L’Américain Nick Hague (à gauche), l’un des deux cosmonautes qui a dû être éjecté de Soyouz.

Les vols habités en Soyouz vont-ils pouvoir reprendre rapidement? Rien n’est moins sûr. Tout dépendra des résultats des investigations. C’est en tout cas un vrai problème, étant donné que la Russie est le seul partenaire de l’ISS à pouvoir envoyer des hommes dans l’espace depuis l’abandon des navettes américaines en 2011. Les États-Unis ont certes commandé à Boeing et SpaceX des capsules habitables, mais ces dernières ne sont pas prêtes. Elles doivent effectuer leurs premiers vols de démonstration d’abord sans équipage, courant 2019. La capsule Orion de la Nasa, de toute façon surdimensionnée pour des vols en orbite basse, ne sera pas non plus disponible avant plusieurs années.
Lire aussi : Vidéo. Une fusée Soyouz s'envole vers l'ISS avec trois astronautes à bord

Depuis le retour sur Terre de trois astronautes le 4 octobre, il ne reste plus que trois occupants à bord de l’ISS actuellement, dont l’Allemand Alexander Gerst. Ces derniers devaient rentrer sur Terre le 13 décembre. Ils vont très probablement prolonger leur mission d’au moins quelques semaines, dans l’espoir que la Russie résolve ses soucis techniques. Mais ils ne pourront pas rester éternellement en orbite. Si les réserves d’eau et de nourriture sont amplement suffisantes, la durée de vie en orbite de la capsule Soyouz avec laquelle ils sont censés revenir sur Terre est en principe limitée à 200 jours (six mois environ). Elle pourrait peut-être être légèrement étendue, mais pas pendant plusieurs mois.

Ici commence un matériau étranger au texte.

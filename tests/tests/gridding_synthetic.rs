//! Gridding of ragged synthetic sweeps, checked against the generator's noiseless model.
//!
//! The synthetic device's `ideal(vg, b)` is the truth: a map measured with every flaw that
//! changes *where* points are (jitter, aborted sweep, repeated field, non-uniform field steps,
//! NaN stretch, glitches) but no noise must grid onto values close to the truth, never beyond a
//! sweep's ends, and the report must say what the flaws were.

use fanmark_core::io::{load_map, LoadOptions};
use fanmark_core::progress::NoProgress;
use fanmark_core::synth::{generate, write_csv, DeviceName, Flaw, SynthConfig};

fn quiet(device: DeviceName) -> SynthConfig {
    let mut c = SynthConfig::demo(device);
    c.noise.on = false;
    c.flaws.drift_ohm.on = false;
    c.flaws.misalignment_fraction.on = false;
    c.flaws.hysteresis_v.on = false;
    c
}

fn load(cfg: &SynthConfig) -> (fanmark_core::Map, fanmark_core::synth::Synthesis) {
    let syn = generate(cfg).unwrap();
    let dir = tempfile::tempdir().unwrap();
    let p = dir.path().join("m.csv");
    write_csv(&p, &syn).unwrap();
    (
        load_map(&p, &LoadOptions::default(), &NoProgress).unwrap(),
        syn,
    )
}

/// The CSV keeps 7 significant digits of the field.
fn same_field(a: f64, b: f64) -> bool {
    (a - b).abs() <= 1e-6 * a.abs().max(b.abs()) + 1e-12
}

fn percentile(mut v: Vec<f64>, q: f64) -> f64 {
    v.sort_by(f64::total_cmp);
    v[((v.len() - 1) as f64 * q) as usize]
}

#[test]
fn regular_sweeps_grid_exactly_onto_the_model() {
    let mut cfg = quiet(DeviceName::Wren);
    cfg.flaws.gate_jitter_steps.on = false;
    let (m, syn) = load(&cfg);
    let rep = m.meta.gridding.clone().unwrap();
    assert!(!rep.exact || rep.rows_merged == 0);
    let rxx = &m.channel("rxx").unwrap().data;
    let mut rel = Vec::new();
    for (r, &b) in m.y().values().iter().enumerate() {
        for (c, &vg) in m.x().values().iter().enumerate() {
            let v = rxx[[r, c]];
            if v.is_finite() {
                let (want, _) = syn.ideal(vg, b);
                rel.push(((v - want) / want).abs());
            }
        }
    }
    // The CSV holds 7 significant digits of every value, including the field (so the model is
    // evaluated at a field off by up to 5e-7 relative, which matters only on the steepest flanks);
    // a repeated field row is an average of equal sweeps. Every finite cell is the model value.
    assert!(
        percentile(rel.clone(), 0.5) < 1e-6,
        "median {}",
        percentile(rel.clone(), 0.5)
    );
    assert!(
        percentile(rel.clone(), 0.999) < 1e-3,
        "99.9 % {}",
        percentile(rel, 0.999)
    );
}

#[test]
fn jittered_sweeps_interpolate_within_the_linear_interpolation_bound() {
    let (m, syn) = load(&quiet(DeviceName::Wren));
    let rep = m.meta.gridding.clone().unwrap();
    assert!(!rep.exact);
    // The generator's nominal gate step; jitter moves points by ±5 % of it.
    let cfg = &syn.truth.config;
    let nominal = (cfg.gate_range_v.1 - cfg.gate_range_v.0) / (cfg.gate_points - 1) as f64;
    assert!(
        (rep.step - nominal).abs() < 0.01 * nominal,
        "step {} vs {nominal}",
        rep.step
    );
    let rxx = &m.channel("rxx").unwrap().data;
    // Linear interpolation between neighbours at most h apart errs by at most h²/8·max|f''|
    // (the textbook interpolation-error bound); max|f''| of the model is sampled on a fine
    // grid around each cell, with a factor 2 for what the sampling misses. At least 99.5 % of
    // cells must keep the bound.
    let h = 1.2 * nominal;
    // Injected glitches are the detector's business (tested elsewhere); a missed one would
    // spoil its neighbours here, so cells next to one are skipped.
    let glitch_at: Vec<(f64, f64)> = syn
        .truth
        .flaws_applied
        .glitches
        .iter()
        .map(|&(k, i)| (syn.sweeps[k].step_value, syn.sweeps[k].swept[i]))
        .collect();
    let (mut checked, mut outside) = (0, 0);
    for (r, &b) in m.y().values().iter().enumerate() {
        for (c, &vg) in m.x().values().iter().enumerate() {
            let v = rxx[[r, c]];
            if !v.is_finite()
                || glitch_at
                    .iter()
                    .any(|&(gb, gx)| same_field(gb, b) && (gx - vg).abs() < h)
            {
                continue;
            }
            let f = |x: f64| syn.ideal(x, b).0;
            let d = h / 8.0;
            let curvature = (-8..=8)
                .map(|k| {
                    let x = vg + k as f64 * d;
                    ((f(x + d) - 2.0 * f(x) + f(x - d)) / (d * d)).abs()
                })
                .fold(0.0, f64::max);
            let bound = 2.0 * h * h / 8.0 * curvature + 1e-6 * f(vg).abs() + 1e-9;
            if (v - f(vg)).abs() > bound {
                // The model has a few features narrower than the sampling above.
                outside += 1;
            }
            // Never an invented value: it lies within the measured values around it.
            let sweeps = syn.sweeps.iter().filter(|s| same_field(s.step_value, b));
            let (lo, hi) = sweeps
                .flat_map(|s| s.swept.iter().zip(&s.values[0]))
                .filter(|(x, _)| (**x - vg).abs() < h)
                .fold((f64::INFINITY, f64::NEG_INFINITY), |(a, z), (_, &y)| {
                    (a.min(y), z.max(y))
                });
            assert!(
                // (7 significant digits in the file.)
                v >= lo - 1e-6 * lo.abs() && v <= hi + 1e-6 * hi.abs(),
                "B = {b} T, V_g = {vg} V: {v} outside the measured [{lo}, {hi}]"
            );
            checked += 1;
        }
    }
    assert!(
        outside * 200 < checked,
        "{outside} of {checked} cells beyond the bound"
    );
    assert!(checked > 30_000, "{checked}");
}

#[test]
fn report_names_the_flaws_and_nothing_is_extrapolated() {
    let (m, syn) = load(&quiet(DeviceName::Tern));
    let rep = m.meta.gridding.clone().unwrap();
    let log = &syn.truth.flaws_applied;
    // One field repeated → one merged row; one aborted sweep → one short sweep.
    assert!(log.repeated_field_t.is_some());
    assert_eq!(rep.rows_merged, 1);
    assert_eq!(rep.short_sweeps, 1);
    assert_eq!(rep.sweeps, syn.sweeps.len());
    assert!(
        rep.glitches >= log.glitches.len() * 8 / 10,
        "{} of {}",
        rep.glitches,
        log.glitches.len()
    );
    // Field rows keep their measured (non-uniform) values.
    assert!(!m.y().is_uniform(1e-3));
    // The aborted sweep's row is NaN past its last measured gate value.
    let (_, b_abort) = log.aborted_sweep.unwrap();
    let s = syn.sweeps.iter().find(|s| s.step_value == b_abort).unwrap();
    let (lo, hi) = s
        .swept
        .iter()
        .fold((f64::INFINITY, f64::NEG_INFINITY), |(a, b), &x| {
            (a.min(x), b.max(x))
        });
    let row = m.y().nearest_index(b_abort).unwrap();
    let rxx = &m.channel("rxx").unwrap().data;
    for (c, &vg) in m.x().values().iter().enumerate() {
        if vg < lo - 1e-9 || vg > hi + 1e-9 {
            assert!(
                rxx[[row, c]].is_nan(),
                "value at {vg} V outside the sweep [{lo}, {hi}]"
            );
        }
    }
}

#[test]
fn hysteresis_estimate_recovers_the_generated_shift() {
    let mut cfg = quiet(DeviceName::Wren);
    cfg.flaws.hysteresis_v = Flaw::on(0.05);
    let (m, _) = load(&cfg);
    let h = m
        .meta
        .gridding
        .unwrap()
        .hysteresis
        .expect("alternating sweeps");
    // Down sweeps show features shifted toward larger recorded gate voltage by 50 mV.
    assert!((h.shift - 0.05).abs() < 0.015, "estimated {} V", h.shift);
}
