/// Text of a file: UTF-8 with an optional BOM removed.
fn decode_text<'a>(path: &Path, bytes: &'a [u8]) -> Result<&'a str> {
    let bytes = bytes.strip_prefix(b"\xEF\xBB\xBF").unwrap_or(bytes);
    std::str::from_utf8(bytes).map_err(|e| Error::UnsupportedFormat {
        path: path.to_path_buf(),
        message: format!(
            "not UTF-8 text (invalid byte at offset {}); a matrix file must be plain text",
            e.valid_up_to()
        ),
    })
}

/// How the cells of a line are separated.
#[derive(Debug, Clone, Copy, PartialEq, Eq)]
enum Delimiter {
    Whitespace,
    Comma,
    Tab,
    Semicolon,
}

impl Delimiter {
    /// Guess from a data line: semicolon, then tab, then comma, else whitespace.
    fn detect(line: &str) -> Delimiter {
        if line.contains(';') {
            Delimiter::Semicolon
        } else if line.contains('\t') {
            Delimiter::Tab
        } else if line.contains(',') {
            Delimiter::Comma
        } else {
            Delimiter::Whitespace
        }
    }
    fn describe(self) -> &'static str {
        match self {
            Delimiter::Whitespace => "whitespace",
            Delimiter::Comma => "comma",
            Delimiter::Tab => "tab",
            Delimiter::Semicolon => "semicolon",
        }
    }
    /// Split a line into trimmed cells; a single trailing delimiter is ignored.
    fn split<'a>(self, line: &'a str, out: &mut Vec<&'a str>) {
        out.clear();
        let c = match self {
            Delimiter::Whitespace => {
                out.extend(line.split_whitespace());
                return;
            }
            Delimiter::Comma => ',',
            Delimiter::Tab => '\t',
            Delimiter::Semicolon => ';',
        };
        out.extend(line.split(c).map(str::trim));
        if out.len() > 1 && out.last().is_some_and(|s| s.is_empty()) {
            out.pop();
        }
    }
}
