/// Satellite fans: the degenerate sequence, with t in it and |t| ≤ `t_max`, re-centred on each s.
#[derive(Debug, Clone, PartialEq, Eq, Serialize, Deserialize)]
pub struct SatelliteSpec {
    /// Centres s (carriers per cell), typically ±4 and optionally ±2.
    pub centres: Vec<Rational>,
    /// Largest |t|.
    pub t_max: i64,
}

/// Brown–Zak fields φ/φ₀ = p/q, q ≤ `q_max`, 0 < B ≤ `b_max_t`.
#[derive(Debug, Clone, Copy, PartialEq, Serialize, Deserialize)]
pub struct BrownZakSpec {
    /// Largest denominator q.
    pub q_max: i64,
    /// Largest field in T.
    pub b_max_t: f64,
}

/// Which families to generate, and their bounds. Stored with projects.
#[derive(Debug, Clone, PartialEq, Serialize, Deserialize)]
pub struct FamilySpec {
    /// The device's degenerate Landau-level sequence (used by integer, broken-symmetry and
    /// satellite families).
    pub landau: LandauSequence,
    /// Integer family, if wanted.
    pub integer: Option<IntegerSpec>,
    /// Symmetry-broken integers, if wanted.
    pub broken_symmetry: Option<BrokenSymmetrySpec>,
    /// Composite-fermion sequences, if wanted.
    pub composite_fermion: Option<CompositeFermionSpec>,
    /// Satellite fans, if wanted (need a moiré cell to draw).
    pub satellite: Option<SatelliteSpec>,
    /// Wannier lines, if wanted (need a moiré cell to draw).
    pub wannier: Option<WannierSpec>,
    /// Brown–Zak fields, if wanted (need a moiré cell).
    pub brown_zak: Option<BrownZakSpec>,
}

impl FamilySpec {
    /// Only the degenerate integer sequence up to |ν| ≤ `nu_max`.
    pub fn integers(landau: LandauSequence, nu_max: i64) -> FamilySpec {
        FamilySpec {
            landau,
            integer: Some(IntegerSpec { nu_max }),
            broken_symmetry: None,
            composite_fermion: None,
            satellite: None,
            wannier: None,
            brown_zak: None,
        }
    }
}

/// The list of ν values p/(k p + sign) for p = 1..=p_max (k = 2 or 4, sign = ±1), integer
/// values included (p/(2p−1) at p = 1 is 1).
pub fn jain_sequence(k: i64, sign: i64, p_max: i64) -> Result<Vec<Rational>> {
    if !(k > 0 && (sign == 1 || sign == -1)) {
        return Err(Error::invalid(
            "composite-fermion sequence",
            format!("k = {k}, sign = {sign}: expected k > 0 and sign ±1"),
        ));
    }
    (1..=p_max.max(0)).map(|p| rat(p, k * p + sign)).collect()
}

/// De-duplicating collector: one line per shape, memberships merged.
struct Collector {
    lines: Vec<Line>,
    index: HashMap<LineShape, usize>,
}

impl Collector {
    fn push(&mut self, line: Line) -> Result<()> {
        if let Some(&i) = self.index.get(&line.shape) {
            self.lines[i].merge_memberships(&line);
            return Ok(());
        }
        if self.lines.len() >= MAX_LINES {
            return Err(Error::invalid(
                "family bounds",
                format!("they would generate more than {MAX_LINES} lines; tighten them"),
            ));
        }
        self.index.insert(line.shape, self.lines.len());
        self.lines.push(line);
        Ok(())
    }
}

/// Fractions num/den in [lo, hi] with den ≤ `den_max`, reduced, in increasing order.
fn fractions_in(lo: Rational, hi: Rational, den_max: i64) -> Result<Vec<Rational>> {
    if den_max < 1 {
        return Err(Error::invalid(
            "denominator bound",
            format!("{den_max}: expected at least 1"),
        ));
    }
    let mut out = Vec::new();
    if hi < lo {
        return Ok(out);
    }
    for den in 1..=den_max {
        let n_lo = (lo.to_f64() * den as f64).floor() as i64 - 1;
        let n_hi = (hi.to_f64() * den as f64).ceil() as i64 + 1;
        if (n_hi - n_lo) as usize > MAX_LINES {
            return Err(Error::invalid(
                "family bounds",
                "range too wide for the denominator bound",
            ));
        }
        for num in n_lo..=n_hi {
            let f = rat(num, den)?;
            if f.denom() == den && f >= lo && f <= hi {
                out.push(f);
            }
        }
    }
    out.sort();
    Ok(out)
}

fn check_bound(what: &str, v: i64) -> Result<()> {
    if v < 0 {
        Err(Error::invalid(
            what,
            format!("{v}: expected a non-negative bound"),
        ))
    } else {
        Ok(())
    }
}

/// Generates every line `spec` asks for, de-duplicated, sorted by primary family, then s, then
/// t (Brown–Zak fields by flux). `moire` is needed only for Brown–Zak fields (their field bound).
pub fn generate(spec: &FamilySpec, moire: Option<&Moire>) -> Result<Vec<Line>> {
    let mut c = Collector {
        lines: Vec::new(),
        index: HashMap::new(),
    };
    let zero = Rational::ZERO;
    let seq_name = spec.landau.name();

    if let Some(i) = spec.integer {
        check_bound("integer ν bound", i.nu_max)?;
        for nu in spec.landau.fillings(Rational::integer(i.nu_max))? {
            c.push(Line::gap(Family::Integer, seq_name.clone(), nu, zero))?;
        }
    }

    if let Some(b) = spec.broken_symmetry {
        check_bound("broken-symmetry ν bound", b.nu_max)?;
        let degenerate = spec.landau.fillings(Rational::integer(b.nu_max))?;
        for nu in -b.nu_max..=b.nu_max {
            let r = Rational::integer(nu);
            if !degenerate.contains(&r) {
                c.push(Line::gap(
                    Family::BrokenSymmetry,
                    format!("lifted degeneracy of {seq_name}"),
                    r,
                    zero,
                ))?;
            }
        }
    }

    if let Some(cf) = spec.composite_fermion {
        check_bound("composite-fermion p bound", cf.p_max)?;
        if cf.nu0_max < cf.nu0_min {
            return Err(Error::invalid(
                "composite-fermion ν₀ range",
                format!("{}..{} is empty", cf.nu0_min, cf.nu0_max),
            ));
        }
        let mut ks = Vec::new();
        if cf.two_flux {
            ks.push(2);
        }
        if cf.four_flux {
            ks.push(4);
        }
        for nu0 in cf.nu0_min..=cf.nu0_max {
            for &k in &ks {
                for sign in [1i64, -1] {
                    let sign_text = if sign > 0 { '+' } else { '-' };
                    for (i, f) in jain_sequence(k, sign, cf.p_max)?.into_iter().enumerate() {
                        let nu = Rational::integer(nu0).checked_add(f).map_err(frac_err)?;
                        if nu.is_integer() {
                            continue;
                        }
                        c.push(Line::gap(
                            Family::CompositeFermion,
                            format!("{nu0} + p/({k}p{sign_text}1), p={}", i + 1),
                            nu,
                            zero,
                        ))?;
                    }
                }
            }
        }
    }

    if let Some(sat) = &spec.satellite {
        check_bound("satellite t bound", sat.t_max)?;
        let ts = spec.landau.fillings(Rational::integer(sat.t_max))?;
        for &centre in &sat.centres {
            c.push(Line::gap(
                Family::Satellite,
                format!("band edge s={centre}"),
                zero,
                centre,
            ))?;
            for &t in &ts {
                c.push(Line::gap(
                    Family::Satellite,
                    format!("{seq_name} from s={centre}"),
                    t,
                    centre,
                ))?;
            }
        }
    }

    if let Some(w) = spec.wannier {
        let ts = fractions_in(
            Rational::ZERO
                .checked_sub(w.t_max.abs())
                .map_err(frac_err)?,
            w.t_max.abs(),
            w.t_den_max,
        )?;
        let ss = fractions_in(w.s_min, w.s_max, w.s_den_max)?;
        let name = format!(
            "|t|<={}, s in [{}, {}], den(t)<={}, den(s)<={}",
            w.t_max, w.s_min, w.s_max, w.t_den_max, w.s_den_max
        );
        for &s in &ss {
            for &t in &ts {
                if t.is_zero() && s.is_zero() {
                    continue;
                }
                if w.fractional_t_needs_fractional_s
                    && !t.is_integer()
                    && s.denom() % t.denom() != 0
                {
                    continue;
                }
                c.push(Line::gap(Family::Wannier, name.clone(), t, s))?;
            }
        }
    }

    if let Some(bz) = spec.brown_zak {
        check_bound("Brown–Zak q bound", bz.q_max)?;
        let m = moire.ok_or_else(|| {
            Error::invalid(
                "Brown–Zak fields",
                "need a moiré cell (wavelength, twist or n₀)",
            )
        })?;
        if !(bz.b_max_t.is_finite() && bz.b_max_t > 0.0) {
            return Err(Error::invalid(
                "Brown–Zak field bound",
                format!("{} T: expected a positive field", bz.b_max_t),
            ));
        }
        let b1 = m.one_flux_field_t();
        let p_lim = (bz.b_max_t / b1 * bz.q_max as f64).floor();
        if p_lim > MAX_LINES as f64 {
            return Err(Error::invalid(
                "family bounds",
                format!(
                    "Brown–Zak fields up to {} T would exceed {MAX_LINES} lines",
                    bz.b_max_t
                ),
            ));
        }
        for q in 1..=bz.q_max {
            let p_max = (bz.b_max_t / b1 * q as f64).floor() as i64;
            for p in 1..=p_max {
                let f = rat(p, q)?;
                if f.denom() != q || m.brown_zak_field_t(f) > bz.b_max_t {
                    continue;
                }
                c.push(Line::brown_zak(format!("p/q, q<={}", bz.q_max), f))?;
            }
        }
    }

    let mut lines = c.lines;
    lines.sort_by(|a, b| {
        a.family
            .cmp(&b.family)
            .then_with(|| sort_key(a).cmp(&sort_key(b)))
    });
    Ok(lines)
}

L’Agence spatiale européenne (ESA) a simplement précisé que «ce tir avorté aura un impact sur le planning proche de l’ISS et sur la mission Horizons de l’astronaute de l’ESA Alexander Gerst. Nous ne pouvons pas faire davantage de commentaires pour le moment». Depuis l’an 2000, jamais l’ISS n’est resté inoccupée, ne serait-ce qu’une seule journée. Le risque n’a jamais été aussi grand de la voir abandonnée. Au moins temporairement.